Segment Open

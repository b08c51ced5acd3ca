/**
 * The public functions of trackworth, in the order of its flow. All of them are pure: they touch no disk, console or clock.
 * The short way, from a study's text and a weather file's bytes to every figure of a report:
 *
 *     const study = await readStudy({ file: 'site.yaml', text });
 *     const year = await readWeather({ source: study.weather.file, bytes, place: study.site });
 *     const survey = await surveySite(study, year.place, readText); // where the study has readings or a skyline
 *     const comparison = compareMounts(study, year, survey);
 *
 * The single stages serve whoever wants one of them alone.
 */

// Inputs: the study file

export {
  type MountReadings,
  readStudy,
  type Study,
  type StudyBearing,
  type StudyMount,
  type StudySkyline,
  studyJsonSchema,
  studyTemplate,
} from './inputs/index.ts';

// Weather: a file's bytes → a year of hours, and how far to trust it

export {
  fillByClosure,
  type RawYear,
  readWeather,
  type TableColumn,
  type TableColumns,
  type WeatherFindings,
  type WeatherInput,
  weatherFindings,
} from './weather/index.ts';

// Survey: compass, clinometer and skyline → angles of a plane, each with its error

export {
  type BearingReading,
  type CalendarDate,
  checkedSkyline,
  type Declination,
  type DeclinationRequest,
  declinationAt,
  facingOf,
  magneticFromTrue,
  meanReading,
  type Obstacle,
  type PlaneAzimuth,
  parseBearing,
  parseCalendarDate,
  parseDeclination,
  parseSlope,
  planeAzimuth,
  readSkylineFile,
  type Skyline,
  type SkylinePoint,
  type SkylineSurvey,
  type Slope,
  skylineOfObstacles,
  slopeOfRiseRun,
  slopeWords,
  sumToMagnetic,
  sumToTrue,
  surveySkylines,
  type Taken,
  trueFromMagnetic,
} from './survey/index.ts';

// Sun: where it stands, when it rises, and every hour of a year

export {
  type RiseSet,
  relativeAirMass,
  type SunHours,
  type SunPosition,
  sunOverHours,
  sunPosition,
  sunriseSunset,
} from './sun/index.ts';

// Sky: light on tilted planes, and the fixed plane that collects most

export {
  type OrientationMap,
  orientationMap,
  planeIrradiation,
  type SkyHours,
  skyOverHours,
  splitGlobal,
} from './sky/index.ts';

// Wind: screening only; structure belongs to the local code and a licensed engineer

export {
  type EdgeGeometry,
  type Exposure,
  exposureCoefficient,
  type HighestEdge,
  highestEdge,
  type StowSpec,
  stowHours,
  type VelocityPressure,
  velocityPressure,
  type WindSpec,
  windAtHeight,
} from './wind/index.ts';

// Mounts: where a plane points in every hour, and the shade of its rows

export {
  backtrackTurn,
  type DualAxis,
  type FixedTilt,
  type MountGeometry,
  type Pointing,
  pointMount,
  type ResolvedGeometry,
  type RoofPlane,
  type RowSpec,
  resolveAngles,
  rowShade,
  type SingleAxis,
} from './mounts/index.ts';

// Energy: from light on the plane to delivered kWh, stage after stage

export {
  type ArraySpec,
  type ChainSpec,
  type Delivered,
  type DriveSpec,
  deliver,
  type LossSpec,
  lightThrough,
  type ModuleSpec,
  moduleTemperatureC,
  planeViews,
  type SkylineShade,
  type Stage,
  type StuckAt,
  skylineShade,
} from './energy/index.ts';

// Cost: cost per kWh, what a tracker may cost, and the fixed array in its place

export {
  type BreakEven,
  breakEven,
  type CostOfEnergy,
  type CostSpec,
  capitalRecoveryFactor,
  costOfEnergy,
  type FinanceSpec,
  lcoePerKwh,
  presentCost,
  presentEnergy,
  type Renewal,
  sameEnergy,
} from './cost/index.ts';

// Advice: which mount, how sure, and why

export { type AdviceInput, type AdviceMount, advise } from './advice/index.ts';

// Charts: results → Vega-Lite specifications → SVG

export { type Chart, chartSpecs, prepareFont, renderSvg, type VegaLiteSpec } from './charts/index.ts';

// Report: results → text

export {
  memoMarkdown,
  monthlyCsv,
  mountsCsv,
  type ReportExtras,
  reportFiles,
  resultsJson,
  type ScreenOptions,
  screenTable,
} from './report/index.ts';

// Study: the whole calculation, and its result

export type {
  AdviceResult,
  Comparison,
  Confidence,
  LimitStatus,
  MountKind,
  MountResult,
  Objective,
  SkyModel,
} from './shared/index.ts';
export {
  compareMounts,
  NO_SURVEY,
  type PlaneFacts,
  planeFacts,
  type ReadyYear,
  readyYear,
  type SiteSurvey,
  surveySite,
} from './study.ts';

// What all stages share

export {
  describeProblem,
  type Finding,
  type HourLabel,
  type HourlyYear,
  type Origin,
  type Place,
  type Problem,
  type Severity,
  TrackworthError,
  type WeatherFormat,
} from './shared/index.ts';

Segment Closed
Segment Open

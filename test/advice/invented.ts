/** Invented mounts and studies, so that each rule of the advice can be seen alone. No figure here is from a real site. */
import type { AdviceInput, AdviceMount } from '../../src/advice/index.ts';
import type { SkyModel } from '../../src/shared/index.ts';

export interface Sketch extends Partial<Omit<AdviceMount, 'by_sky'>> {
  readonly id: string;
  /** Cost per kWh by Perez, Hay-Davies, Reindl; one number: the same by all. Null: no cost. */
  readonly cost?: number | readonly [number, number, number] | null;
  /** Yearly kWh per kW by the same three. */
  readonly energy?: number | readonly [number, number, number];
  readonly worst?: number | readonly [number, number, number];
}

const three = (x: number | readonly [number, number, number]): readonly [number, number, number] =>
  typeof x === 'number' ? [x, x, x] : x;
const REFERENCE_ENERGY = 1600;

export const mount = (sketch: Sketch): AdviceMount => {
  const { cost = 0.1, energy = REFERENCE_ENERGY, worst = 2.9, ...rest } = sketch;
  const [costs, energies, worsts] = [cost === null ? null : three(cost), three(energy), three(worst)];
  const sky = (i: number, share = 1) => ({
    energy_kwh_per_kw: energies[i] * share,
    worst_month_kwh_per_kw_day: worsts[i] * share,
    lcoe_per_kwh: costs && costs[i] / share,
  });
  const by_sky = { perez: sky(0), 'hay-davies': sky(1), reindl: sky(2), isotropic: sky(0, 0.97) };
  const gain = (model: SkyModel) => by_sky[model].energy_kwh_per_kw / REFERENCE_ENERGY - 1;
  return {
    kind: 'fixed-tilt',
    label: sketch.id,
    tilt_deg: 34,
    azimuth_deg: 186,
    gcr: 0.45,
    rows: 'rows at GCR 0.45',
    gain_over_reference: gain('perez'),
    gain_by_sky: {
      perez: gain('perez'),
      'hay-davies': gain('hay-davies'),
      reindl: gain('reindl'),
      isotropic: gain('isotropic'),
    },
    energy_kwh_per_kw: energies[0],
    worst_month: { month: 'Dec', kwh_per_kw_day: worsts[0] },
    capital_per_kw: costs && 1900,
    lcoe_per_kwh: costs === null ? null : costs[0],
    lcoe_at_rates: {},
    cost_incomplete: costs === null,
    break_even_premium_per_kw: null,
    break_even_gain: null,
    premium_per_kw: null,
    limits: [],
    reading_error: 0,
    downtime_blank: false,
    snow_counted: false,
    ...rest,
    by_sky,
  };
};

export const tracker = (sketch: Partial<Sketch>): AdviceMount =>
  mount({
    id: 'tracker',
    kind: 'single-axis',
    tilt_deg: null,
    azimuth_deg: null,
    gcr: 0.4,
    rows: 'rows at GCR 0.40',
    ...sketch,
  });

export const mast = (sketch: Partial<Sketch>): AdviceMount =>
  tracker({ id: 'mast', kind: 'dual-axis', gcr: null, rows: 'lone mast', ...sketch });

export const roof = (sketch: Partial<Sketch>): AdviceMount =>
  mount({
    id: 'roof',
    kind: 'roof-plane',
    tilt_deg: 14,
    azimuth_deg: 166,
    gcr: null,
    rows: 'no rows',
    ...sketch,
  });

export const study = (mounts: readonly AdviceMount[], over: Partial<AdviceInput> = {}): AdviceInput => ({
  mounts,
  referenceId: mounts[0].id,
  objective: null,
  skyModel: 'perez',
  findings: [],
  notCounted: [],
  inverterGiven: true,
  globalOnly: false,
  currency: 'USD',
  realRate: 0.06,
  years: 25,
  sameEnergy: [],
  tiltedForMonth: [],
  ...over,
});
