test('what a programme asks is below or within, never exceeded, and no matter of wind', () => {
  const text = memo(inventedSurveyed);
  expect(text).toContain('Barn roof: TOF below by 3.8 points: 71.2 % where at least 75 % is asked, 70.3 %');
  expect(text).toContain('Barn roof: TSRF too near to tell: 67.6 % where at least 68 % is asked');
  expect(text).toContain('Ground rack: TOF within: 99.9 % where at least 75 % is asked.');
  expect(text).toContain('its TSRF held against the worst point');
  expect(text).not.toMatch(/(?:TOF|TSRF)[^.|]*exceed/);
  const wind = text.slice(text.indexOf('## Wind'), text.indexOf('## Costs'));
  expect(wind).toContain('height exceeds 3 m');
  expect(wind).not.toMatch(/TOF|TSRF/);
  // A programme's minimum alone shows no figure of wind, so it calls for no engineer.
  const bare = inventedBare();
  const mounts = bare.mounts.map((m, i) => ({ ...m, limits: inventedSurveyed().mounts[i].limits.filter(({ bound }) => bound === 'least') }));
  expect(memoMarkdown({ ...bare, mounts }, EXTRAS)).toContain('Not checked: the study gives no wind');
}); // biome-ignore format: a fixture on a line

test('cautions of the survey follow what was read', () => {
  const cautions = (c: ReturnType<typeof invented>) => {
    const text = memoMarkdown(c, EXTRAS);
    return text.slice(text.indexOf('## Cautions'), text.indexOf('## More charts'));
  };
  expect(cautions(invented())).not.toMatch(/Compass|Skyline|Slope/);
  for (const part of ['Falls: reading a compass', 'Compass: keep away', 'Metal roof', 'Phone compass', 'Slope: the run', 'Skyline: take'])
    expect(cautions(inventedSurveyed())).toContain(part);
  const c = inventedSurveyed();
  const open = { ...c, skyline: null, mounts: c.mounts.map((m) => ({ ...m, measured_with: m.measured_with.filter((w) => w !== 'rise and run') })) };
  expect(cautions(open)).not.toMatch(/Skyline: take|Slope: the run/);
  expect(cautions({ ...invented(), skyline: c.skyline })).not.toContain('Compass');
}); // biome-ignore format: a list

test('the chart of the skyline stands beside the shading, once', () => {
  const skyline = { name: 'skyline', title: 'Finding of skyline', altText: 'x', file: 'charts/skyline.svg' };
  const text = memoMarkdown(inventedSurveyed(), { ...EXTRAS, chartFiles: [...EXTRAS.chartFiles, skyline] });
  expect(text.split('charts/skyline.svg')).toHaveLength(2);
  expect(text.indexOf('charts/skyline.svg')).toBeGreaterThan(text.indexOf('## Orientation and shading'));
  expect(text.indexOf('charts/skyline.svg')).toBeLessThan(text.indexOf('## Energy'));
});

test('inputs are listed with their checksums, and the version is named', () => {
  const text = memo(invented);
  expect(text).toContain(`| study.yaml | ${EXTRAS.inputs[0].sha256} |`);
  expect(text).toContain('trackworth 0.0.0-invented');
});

Segment Closed
Segment Open

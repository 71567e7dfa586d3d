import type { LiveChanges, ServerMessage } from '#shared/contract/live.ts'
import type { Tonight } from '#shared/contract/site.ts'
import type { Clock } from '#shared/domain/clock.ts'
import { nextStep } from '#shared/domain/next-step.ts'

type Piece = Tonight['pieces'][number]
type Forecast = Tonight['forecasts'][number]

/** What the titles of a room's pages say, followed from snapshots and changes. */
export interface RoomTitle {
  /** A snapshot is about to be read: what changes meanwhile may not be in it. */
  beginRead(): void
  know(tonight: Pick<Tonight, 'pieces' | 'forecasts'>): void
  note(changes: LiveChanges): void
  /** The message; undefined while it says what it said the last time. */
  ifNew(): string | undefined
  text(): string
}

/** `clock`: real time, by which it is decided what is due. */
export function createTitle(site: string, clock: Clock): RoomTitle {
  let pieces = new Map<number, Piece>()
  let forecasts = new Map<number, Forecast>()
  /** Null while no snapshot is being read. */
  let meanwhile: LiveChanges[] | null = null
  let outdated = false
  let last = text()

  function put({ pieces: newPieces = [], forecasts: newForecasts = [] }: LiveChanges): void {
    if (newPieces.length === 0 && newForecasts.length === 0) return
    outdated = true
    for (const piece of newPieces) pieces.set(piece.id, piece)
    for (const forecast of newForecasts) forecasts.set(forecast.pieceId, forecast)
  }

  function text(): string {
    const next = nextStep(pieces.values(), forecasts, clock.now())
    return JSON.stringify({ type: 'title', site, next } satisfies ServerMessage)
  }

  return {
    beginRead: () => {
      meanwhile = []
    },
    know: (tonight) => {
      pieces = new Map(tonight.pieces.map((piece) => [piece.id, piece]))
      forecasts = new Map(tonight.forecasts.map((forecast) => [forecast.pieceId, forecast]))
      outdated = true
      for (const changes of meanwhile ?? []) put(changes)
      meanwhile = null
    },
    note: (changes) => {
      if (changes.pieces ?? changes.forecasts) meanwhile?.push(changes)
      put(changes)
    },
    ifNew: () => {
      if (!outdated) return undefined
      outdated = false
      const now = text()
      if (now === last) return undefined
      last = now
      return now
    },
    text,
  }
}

Segment Closed

Task requirements: All lines above from the one holding "repository b08c51ced5acd3ca" to the one holding "or a skyline", inclusive, are to be copied exactly; no other line is wanted.

Response to this task:
repository b08c51ced5acd3ca
/**
 * The public functions of trackworth, in the order of its flow. All of them are pure: they touch no disk, console or clock.
 * The short way, from a study's text and a weather file's bytes to every figure of a report:
 *
 *     const study = await readStudy({ file: 'site.yaml', text });
 *     const year = await readWeather({ source: study.weather.file, bytes, place: study.site });
 *     const survey = await surveySite(study, year.place, readText); // where the study has readings or a skyline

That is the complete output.